DATA SHOWN -
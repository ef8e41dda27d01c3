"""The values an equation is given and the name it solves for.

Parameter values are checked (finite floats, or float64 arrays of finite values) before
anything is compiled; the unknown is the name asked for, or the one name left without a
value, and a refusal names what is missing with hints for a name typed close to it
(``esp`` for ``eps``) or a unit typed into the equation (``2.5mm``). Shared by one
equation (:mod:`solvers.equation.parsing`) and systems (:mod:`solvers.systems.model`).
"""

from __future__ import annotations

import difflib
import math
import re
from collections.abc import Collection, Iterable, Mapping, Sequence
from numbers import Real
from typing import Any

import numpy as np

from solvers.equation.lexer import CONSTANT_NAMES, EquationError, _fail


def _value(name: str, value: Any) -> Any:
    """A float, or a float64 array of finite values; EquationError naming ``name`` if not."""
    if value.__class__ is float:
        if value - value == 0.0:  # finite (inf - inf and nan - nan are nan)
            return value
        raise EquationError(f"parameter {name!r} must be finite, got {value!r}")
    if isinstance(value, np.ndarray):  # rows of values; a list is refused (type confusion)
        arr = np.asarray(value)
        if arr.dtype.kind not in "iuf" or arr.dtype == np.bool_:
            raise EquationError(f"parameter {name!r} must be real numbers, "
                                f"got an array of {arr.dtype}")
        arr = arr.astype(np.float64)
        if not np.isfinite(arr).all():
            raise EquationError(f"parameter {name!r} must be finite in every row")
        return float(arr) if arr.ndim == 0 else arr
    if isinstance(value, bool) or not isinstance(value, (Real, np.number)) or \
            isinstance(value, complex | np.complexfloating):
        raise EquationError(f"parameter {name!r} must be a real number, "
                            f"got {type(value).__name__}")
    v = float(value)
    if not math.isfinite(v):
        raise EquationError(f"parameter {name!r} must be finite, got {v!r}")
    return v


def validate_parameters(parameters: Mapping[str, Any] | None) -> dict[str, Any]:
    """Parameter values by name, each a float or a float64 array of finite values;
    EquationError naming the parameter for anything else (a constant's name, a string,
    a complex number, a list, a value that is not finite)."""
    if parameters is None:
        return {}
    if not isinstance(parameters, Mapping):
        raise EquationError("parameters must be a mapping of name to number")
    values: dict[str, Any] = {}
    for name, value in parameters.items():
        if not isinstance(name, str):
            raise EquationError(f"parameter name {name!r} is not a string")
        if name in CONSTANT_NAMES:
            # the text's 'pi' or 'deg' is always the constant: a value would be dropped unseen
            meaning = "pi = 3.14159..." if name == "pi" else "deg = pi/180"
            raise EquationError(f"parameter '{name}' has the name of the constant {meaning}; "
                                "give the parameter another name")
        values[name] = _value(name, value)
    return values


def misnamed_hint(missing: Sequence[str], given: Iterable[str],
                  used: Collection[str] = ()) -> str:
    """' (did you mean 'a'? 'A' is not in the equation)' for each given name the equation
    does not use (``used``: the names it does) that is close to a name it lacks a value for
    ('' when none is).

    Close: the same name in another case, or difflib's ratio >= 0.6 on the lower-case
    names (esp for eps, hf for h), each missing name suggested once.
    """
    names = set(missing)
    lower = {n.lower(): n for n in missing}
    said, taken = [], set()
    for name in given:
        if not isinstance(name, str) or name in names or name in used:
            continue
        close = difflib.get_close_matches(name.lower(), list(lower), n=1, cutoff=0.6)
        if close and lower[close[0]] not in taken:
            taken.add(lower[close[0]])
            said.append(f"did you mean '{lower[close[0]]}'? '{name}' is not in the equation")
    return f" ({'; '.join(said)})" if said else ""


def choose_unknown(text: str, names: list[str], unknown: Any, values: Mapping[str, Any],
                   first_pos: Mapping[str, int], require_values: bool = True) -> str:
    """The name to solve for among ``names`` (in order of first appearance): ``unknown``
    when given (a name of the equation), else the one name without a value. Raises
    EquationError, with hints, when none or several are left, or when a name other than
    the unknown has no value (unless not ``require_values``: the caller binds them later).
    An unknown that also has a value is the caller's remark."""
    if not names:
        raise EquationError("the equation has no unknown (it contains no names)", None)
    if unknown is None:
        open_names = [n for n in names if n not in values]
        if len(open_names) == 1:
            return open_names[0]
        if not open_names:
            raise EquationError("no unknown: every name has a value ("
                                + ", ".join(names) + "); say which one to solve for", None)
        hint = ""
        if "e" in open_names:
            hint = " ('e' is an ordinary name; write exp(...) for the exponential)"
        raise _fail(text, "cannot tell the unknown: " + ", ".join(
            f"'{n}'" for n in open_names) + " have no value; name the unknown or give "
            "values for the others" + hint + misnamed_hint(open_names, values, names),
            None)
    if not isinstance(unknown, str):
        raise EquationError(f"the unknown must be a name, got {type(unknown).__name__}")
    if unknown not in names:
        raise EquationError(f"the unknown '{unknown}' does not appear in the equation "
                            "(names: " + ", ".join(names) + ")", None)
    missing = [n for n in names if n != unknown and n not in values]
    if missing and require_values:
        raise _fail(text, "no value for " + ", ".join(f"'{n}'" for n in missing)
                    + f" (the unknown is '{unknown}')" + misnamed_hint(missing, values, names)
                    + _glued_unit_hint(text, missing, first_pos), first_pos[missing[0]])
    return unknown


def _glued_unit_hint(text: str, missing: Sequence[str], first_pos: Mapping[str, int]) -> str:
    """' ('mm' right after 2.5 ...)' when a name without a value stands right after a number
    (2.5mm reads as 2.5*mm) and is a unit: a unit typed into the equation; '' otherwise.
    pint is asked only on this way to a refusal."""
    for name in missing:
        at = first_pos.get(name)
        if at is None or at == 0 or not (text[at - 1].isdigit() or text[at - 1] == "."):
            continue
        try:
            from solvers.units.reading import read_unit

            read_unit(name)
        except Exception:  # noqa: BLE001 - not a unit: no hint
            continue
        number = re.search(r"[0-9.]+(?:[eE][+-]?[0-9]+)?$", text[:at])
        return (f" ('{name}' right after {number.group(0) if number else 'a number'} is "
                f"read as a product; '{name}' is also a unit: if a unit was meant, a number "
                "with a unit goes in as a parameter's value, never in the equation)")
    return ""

EXERCISE REQUIREMENTS -
Give back the records above exactly, limited to the lines between the one holding "from solvers.units.reading import" and the one holding "as a product;", inclusive.

YOUR SOLUTION -
            from solvers.units.reading import read_unit

            read_unit(name)
        except Exception:  # noqa: BLE001 - not a unit: no hint
            continue
        number = re.search(r"[0-9.]+(?:[eE][+-]?[0-9]+)?$", text[:at])
        return (f" ('{name}' right after {number.group(0) if number else 'a number'} is "
                f"read as a product; '{name}' is also a unit: if a unit was meant, a number "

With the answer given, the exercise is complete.